## WHAT THIS TASK INVOLVES
Below are some records. How many of their lines contain the string "review"? Answer with the number alone.

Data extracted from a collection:

━━━━━━━━━━━━━━━━

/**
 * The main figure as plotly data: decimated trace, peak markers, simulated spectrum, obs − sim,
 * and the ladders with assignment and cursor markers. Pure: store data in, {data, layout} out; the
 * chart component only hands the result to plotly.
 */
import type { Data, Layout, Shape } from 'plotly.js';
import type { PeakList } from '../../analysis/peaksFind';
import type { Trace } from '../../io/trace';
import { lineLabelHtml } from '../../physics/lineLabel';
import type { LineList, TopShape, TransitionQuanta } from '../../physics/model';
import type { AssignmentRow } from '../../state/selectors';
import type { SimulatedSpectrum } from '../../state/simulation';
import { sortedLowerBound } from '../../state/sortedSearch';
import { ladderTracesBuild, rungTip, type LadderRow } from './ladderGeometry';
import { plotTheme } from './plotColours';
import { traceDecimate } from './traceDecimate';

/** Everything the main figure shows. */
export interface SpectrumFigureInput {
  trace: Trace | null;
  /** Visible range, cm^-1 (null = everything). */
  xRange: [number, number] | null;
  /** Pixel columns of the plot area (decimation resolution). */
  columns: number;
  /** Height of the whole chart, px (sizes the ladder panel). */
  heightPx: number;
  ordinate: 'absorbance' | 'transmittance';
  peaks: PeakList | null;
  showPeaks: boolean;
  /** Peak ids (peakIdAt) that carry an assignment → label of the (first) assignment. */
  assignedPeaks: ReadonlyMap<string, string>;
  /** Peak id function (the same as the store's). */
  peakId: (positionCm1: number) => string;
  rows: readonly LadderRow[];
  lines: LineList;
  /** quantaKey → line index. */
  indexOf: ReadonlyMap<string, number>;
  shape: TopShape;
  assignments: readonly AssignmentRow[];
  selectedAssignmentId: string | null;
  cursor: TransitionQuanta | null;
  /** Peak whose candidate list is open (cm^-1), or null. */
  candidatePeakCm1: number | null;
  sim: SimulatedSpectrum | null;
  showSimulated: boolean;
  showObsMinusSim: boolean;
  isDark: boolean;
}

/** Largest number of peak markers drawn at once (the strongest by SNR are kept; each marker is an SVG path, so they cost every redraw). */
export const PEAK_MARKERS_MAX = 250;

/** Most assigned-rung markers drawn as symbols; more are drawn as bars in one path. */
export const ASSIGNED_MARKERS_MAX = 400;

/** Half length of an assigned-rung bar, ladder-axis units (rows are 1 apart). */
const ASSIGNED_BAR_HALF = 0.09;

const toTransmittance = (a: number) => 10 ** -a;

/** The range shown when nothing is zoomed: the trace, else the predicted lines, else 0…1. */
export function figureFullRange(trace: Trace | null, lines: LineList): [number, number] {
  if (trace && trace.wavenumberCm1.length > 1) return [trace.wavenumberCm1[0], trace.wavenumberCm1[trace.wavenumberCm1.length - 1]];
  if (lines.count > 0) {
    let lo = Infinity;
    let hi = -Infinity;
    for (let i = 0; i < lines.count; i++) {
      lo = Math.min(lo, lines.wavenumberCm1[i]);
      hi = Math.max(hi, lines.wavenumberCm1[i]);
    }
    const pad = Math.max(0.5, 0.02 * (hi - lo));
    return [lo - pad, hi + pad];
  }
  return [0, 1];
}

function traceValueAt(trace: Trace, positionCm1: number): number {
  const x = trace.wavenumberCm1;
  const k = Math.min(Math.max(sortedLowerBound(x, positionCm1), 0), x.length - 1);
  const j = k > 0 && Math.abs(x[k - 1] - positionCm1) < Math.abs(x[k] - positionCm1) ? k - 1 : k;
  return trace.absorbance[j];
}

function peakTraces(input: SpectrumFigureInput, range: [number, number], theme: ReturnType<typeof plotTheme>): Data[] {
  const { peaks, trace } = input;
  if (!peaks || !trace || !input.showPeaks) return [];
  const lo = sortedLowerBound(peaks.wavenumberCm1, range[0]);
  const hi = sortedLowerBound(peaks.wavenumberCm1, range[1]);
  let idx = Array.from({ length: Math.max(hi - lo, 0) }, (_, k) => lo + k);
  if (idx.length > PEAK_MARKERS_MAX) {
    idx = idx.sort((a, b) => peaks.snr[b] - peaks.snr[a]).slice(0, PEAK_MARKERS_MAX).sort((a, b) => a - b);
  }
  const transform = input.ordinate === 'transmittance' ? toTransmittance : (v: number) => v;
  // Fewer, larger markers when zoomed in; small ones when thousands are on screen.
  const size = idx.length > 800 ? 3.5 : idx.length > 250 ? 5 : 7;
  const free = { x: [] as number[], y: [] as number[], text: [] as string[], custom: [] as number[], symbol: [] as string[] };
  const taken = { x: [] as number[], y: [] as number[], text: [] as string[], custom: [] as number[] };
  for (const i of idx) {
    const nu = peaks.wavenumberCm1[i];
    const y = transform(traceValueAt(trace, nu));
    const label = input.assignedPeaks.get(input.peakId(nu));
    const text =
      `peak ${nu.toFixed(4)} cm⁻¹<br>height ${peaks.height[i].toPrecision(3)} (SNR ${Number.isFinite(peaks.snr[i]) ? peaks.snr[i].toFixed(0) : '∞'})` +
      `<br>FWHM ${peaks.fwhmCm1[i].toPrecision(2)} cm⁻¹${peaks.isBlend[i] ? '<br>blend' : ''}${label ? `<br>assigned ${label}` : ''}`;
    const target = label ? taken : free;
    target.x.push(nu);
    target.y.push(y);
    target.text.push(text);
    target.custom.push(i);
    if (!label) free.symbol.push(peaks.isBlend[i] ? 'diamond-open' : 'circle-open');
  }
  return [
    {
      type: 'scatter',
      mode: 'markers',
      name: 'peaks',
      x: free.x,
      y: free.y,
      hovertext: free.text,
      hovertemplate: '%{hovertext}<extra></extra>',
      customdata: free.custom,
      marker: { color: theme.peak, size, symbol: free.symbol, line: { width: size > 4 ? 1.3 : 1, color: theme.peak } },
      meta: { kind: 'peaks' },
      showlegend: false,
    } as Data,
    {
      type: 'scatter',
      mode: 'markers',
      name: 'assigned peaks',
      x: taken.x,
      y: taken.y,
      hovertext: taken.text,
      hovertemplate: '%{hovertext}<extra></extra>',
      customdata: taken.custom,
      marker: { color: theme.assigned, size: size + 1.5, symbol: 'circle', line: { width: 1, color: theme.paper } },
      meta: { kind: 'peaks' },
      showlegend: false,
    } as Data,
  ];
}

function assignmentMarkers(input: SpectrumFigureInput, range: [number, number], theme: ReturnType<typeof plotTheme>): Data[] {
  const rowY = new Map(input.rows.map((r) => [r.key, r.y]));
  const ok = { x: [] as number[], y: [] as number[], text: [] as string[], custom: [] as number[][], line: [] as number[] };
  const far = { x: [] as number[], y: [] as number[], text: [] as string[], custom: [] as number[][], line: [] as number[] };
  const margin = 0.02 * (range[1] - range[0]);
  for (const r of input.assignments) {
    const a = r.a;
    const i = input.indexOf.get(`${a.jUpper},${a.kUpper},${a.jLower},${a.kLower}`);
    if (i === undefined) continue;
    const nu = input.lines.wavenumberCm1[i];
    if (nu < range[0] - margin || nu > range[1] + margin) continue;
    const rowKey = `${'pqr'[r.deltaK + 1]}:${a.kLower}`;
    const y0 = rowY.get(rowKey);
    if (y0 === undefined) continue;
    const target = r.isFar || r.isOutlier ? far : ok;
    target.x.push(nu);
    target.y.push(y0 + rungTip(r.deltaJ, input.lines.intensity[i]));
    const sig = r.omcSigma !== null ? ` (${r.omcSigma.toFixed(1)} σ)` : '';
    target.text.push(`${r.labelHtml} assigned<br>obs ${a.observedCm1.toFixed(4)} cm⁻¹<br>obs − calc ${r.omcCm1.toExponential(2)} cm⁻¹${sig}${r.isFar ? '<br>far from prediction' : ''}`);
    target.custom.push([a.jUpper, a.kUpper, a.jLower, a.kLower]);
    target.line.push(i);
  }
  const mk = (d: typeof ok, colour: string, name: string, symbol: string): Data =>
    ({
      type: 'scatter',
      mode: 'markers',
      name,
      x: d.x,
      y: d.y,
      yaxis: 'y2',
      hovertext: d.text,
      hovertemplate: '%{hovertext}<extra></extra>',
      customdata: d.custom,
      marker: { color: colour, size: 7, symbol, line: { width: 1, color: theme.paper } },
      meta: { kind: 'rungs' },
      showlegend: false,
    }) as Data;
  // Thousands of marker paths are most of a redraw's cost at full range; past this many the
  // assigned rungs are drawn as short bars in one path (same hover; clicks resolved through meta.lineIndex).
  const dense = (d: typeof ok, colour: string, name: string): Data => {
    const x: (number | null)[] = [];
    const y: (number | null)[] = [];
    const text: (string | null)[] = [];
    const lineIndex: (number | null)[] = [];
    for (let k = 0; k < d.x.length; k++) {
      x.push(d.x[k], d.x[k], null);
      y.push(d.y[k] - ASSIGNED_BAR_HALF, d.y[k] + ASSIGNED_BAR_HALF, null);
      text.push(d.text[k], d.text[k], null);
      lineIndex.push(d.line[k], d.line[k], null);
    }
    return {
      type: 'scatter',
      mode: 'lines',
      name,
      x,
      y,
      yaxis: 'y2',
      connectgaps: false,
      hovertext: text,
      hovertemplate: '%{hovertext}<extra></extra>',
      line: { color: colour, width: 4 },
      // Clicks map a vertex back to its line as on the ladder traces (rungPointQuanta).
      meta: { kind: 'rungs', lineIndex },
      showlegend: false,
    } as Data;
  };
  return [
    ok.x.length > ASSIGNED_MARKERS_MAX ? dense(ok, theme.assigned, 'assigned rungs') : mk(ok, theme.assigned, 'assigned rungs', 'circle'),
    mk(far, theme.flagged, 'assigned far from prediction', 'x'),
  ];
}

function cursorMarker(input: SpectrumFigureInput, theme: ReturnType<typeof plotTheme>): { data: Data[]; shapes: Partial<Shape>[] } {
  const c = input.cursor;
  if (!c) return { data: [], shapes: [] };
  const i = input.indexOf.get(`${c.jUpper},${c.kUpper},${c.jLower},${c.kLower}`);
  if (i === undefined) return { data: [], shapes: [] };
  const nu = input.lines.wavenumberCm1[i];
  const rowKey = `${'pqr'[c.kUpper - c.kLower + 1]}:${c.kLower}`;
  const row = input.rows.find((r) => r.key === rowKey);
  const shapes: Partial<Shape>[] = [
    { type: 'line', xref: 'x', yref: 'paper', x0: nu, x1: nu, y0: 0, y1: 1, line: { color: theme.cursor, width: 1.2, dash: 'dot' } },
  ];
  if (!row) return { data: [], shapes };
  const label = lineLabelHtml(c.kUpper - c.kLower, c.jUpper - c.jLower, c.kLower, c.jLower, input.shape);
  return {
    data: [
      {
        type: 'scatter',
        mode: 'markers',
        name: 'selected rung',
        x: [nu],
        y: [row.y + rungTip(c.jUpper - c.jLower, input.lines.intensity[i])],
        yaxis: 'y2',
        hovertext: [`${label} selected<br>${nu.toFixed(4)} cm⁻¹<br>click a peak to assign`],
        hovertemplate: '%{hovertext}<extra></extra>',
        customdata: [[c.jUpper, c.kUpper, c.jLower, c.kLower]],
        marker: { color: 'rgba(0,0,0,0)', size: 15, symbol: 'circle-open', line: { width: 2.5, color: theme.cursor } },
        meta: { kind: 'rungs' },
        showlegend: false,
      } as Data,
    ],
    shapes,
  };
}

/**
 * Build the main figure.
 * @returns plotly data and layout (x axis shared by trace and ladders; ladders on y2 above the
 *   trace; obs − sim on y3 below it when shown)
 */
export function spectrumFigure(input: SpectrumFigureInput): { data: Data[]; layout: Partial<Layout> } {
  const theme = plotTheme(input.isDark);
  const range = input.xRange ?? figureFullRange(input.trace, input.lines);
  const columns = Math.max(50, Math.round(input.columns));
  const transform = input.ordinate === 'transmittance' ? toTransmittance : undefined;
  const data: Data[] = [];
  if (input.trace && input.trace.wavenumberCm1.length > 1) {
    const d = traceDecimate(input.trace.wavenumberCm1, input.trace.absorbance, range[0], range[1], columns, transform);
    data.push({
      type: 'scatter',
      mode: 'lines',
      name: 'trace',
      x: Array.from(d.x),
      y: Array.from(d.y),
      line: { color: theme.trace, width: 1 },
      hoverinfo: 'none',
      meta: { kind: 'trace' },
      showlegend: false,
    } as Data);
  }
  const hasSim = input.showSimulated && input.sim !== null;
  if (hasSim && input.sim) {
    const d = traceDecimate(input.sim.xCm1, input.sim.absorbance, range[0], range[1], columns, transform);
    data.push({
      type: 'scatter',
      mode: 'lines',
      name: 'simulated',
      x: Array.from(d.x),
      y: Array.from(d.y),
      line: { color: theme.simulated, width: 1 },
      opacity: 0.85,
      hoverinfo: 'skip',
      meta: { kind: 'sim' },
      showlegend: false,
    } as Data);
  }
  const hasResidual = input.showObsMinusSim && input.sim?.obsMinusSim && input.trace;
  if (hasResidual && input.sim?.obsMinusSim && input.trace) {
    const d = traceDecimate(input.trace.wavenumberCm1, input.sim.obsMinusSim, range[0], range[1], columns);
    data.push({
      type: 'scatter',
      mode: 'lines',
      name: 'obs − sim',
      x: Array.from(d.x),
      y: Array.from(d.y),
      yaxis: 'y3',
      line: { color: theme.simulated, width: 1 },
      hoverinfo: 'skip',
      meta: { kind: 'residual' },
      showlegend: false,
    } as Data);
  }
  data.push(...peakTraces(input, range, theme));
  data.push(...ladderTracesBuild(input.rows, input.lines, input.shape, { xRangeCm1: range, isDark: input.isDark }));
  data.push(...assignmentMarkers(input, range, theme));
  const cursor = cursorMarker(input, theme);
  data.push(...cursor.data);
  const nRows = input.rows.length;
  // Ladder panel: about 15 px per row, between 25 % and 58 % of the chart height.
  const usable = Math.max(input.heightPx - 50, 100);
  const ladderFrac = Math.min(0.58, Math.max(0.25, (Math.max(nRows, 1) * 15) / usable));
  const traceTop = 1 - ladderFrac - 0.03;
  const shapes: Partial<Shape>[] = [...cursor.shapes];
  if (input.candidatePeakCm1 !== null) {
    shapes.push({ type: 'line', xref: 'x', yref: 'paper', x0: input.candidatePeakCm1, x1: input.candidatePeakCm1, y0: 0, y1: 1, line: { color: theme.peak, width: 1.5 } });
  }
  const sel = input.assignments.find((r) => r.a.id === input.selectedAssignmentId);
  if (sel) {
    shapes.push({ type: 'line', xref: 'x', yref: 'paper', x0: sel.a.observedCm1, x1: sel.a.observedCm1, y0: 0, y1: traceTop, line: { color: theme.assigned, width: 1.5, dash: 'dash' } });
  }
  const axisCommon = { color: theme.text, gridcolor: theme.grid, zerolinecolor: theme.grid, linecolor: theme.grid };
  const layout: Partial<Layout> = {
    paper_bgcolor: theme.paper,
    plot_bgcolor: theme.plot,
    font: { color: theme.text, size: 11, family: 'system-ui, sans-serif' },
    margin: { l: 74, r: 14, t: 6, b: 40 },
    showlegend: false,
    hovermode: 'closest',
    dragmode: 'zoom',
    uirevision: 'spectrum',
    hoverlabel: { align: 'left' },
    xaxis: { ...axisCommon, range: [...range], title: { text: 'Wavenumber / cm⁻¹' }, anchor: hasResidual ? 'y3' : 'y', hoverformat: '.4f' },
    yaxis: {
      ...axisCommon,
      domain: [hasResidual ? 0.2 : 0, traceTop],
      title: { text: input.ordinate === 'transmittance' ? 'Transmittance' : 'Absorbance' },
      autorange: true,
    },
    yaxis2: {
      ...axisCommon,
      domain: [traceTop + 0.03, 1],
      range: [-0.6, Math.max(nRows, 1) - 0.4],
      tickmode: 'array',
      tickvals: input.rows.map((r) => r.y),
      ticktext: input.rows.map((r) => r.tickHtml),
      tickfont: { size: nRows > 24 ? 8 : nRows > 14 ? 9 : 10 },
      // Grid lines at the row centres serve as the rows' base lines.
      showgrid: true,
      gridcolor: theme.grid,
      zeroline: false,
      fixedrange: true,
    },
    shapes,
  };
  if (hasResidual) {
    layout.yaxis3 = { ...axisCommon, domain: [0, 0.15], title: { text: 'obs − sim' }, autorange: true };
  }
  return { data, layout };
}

━━━━━━━━━━━━━━━━

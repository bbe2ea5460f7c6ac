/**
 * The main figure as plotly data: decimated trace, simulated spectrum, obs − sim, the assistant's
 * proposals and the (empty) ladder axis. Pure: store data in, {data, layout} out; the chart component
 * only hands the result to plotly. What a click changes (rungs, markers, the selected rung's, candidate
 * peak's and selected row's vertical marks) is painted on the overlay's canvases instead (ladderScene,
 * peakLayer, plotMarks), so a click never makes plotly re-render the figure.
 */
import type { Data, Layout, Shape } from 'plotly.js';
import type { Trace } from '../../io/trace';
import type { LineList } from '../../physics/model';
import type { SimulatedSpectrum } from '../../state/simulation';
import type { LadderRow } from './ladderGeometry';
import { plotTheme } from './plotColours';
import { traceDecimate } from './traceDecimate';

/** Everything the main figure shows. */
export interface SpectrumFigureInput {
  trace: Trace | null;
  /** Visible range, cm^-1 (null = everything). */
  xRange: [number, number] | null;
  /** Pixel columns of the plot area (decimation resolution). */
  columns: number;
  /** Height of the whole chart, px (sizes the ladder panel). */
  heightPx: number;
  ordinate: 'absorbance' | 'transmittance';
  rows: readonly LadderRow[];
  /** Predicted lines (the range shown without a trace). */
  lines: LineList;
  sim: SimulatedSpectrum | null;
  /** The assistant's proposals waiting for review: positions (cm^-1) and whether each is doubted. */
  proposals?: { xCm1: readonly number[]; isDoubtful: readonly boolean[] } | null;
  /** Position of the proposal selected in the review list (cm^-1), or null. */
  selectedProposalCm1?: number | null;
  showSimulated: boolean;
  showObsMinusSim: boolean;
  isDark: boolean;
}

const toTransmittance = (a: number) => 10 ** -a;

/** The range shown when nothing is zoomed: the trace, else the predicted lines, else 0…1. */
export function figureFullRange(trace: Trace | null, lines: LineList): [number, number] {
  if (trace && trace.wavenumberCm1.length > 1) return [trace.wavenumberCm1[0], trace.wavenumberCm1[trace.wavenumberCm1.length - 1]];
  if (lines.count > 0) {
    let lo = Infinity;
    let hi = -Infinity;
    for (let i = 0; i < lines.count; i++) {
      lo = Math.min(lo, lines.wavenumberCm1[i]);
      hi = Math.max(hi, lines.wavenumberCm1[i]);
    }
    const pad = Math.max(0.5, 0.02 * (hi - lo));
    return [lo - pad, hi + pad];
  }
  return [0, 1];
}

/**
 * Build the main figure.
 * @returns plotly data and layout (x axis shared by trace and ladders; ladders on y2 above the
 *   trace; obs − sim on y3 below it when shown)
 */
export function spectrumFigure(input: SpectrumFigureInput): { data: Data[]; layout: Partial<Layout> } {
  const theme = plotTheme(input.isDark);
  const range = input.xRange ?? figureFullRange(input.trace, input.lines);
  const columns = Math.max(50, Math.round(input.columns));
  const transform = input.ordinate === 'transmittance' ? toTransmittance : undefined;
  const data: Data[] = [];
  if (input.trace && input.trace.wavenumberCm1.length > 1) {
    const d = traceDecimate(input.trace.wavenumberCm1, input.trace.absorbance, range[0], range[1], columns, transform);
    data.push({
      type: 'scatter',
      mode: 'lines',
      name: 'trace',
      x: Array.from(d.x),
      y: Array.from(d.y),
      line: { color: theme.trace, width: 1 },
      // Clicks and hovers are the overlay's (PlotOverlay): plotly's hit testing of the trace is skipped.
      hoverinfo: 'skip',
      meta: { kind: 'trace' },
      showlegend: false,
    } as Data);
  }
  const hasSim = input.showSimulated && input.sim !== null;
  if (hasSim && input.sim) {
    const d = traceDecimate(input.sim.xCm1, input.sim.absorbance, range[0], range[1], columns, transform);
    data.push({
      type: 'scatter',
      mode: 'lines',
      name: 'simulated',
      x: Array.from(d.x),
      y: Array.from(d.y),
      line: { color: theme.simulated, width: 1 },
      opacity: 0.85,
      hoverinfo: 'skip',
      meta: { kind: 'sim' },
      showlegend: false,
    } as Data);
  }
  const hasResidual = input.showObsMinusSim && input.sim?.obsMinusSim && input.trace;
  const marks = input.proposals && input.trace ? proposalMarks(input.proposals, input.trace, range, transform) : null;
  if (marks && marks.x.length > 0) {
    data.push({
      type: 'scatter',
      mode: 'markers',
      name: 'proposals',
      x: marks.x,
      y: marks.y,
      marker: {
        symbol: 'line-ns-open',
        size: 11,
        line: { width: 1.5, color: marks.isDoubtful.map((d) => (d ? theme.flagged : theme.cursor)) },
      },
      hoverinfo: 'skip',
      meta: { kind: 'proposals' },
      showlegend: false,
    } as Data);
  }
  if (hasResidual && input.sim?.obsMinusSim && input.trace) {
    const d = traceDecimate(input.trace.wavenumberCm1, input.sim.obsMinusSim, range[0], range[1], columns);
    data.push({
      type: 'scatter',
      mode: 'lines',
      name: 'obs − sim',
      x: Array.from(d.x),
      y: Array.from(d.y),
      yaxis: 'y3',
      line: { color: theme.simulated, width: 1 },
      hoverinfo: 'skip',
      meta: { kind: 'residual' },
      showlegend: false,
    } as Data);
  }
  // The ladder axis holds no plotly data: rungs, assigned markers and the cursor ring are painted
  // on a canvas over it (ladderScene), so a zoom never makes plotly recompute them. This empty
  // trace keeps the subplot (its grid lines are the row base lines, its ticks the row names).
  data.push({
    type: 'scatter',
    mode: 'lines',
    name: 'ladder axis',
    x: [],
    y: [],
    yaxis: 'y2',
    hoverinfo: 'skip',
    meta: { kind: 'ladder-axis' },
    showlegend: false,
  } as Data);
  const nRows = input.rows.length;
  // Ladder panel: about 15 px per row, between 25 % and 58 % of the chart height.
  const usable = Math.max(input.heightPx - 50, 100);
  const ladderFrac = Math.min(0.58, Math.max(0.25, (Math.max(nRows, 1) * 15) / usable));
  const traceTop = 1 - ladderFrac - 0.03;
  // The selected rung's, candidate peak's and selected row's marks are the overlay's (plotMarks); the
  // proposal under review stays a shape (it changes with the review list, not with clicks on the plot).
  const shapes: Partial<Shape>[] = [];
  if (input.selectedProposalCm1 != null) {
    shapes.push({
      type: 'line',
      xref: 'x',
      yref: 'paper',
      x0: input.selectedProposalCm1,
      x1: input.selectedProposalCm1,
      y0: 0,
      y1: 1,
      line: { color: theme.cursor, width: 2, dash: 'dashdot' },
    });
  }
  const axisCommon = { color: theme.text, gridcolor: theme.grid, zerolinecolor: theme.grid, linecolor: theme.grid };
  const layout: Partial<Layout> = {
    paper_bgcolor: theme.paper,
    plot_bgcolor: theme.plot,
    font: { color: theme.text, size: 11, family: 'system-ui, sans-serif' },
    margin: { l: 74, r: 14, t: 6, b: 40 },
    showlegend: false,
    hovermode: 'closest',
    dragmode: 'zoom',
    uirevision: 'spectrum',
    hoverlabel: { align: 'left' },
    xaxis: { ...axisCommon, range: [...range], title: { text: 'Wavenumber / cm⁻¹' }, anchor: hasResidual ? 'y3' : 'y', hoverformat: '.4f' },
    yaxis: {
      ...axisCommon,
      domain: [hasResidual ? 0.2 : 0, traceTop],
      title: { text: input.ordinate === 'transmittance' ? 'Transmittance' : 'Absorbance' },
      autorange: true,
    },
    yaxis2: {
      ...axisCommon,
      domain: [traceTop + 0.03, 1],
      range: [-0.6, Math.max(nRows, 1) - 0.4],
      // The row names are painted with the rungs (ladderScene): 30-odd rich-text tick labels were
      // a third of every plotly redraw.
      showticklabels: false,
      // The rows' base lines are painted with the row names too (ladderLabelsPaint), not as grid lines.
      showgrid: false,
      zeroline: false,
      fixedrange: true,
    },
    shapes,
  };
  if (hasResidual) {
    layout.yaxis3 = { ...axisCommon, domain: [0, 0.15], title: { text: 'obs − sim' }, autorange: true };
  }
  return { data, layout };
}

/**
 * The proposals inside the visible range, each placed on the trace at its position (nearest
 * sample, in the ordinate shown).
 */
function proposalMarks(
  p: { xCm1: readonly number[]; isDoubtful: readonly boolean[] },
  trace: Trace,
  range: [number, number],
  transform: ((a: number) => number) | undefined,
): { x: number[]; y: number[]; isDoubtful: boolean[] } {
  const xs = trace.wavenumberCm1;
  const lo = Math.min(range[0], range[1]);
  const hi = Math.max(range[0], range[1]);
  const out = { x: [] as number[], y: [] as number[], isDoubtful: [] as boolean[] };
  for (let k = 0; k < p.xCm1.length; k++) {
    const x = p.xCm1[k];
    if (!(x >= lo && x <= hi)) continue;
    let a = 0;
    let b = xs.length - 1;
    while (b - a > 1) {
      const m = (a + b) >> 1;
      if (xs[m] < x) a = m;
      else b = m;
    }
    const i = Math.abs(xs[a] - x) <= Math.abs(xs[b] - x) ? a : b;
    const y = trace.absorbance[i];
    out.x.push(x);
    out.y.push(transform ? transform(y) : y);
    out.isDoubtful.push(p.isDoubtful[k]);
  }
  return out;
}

━━━━━━━━━━━━━━━━

## RESPONSE AREA
3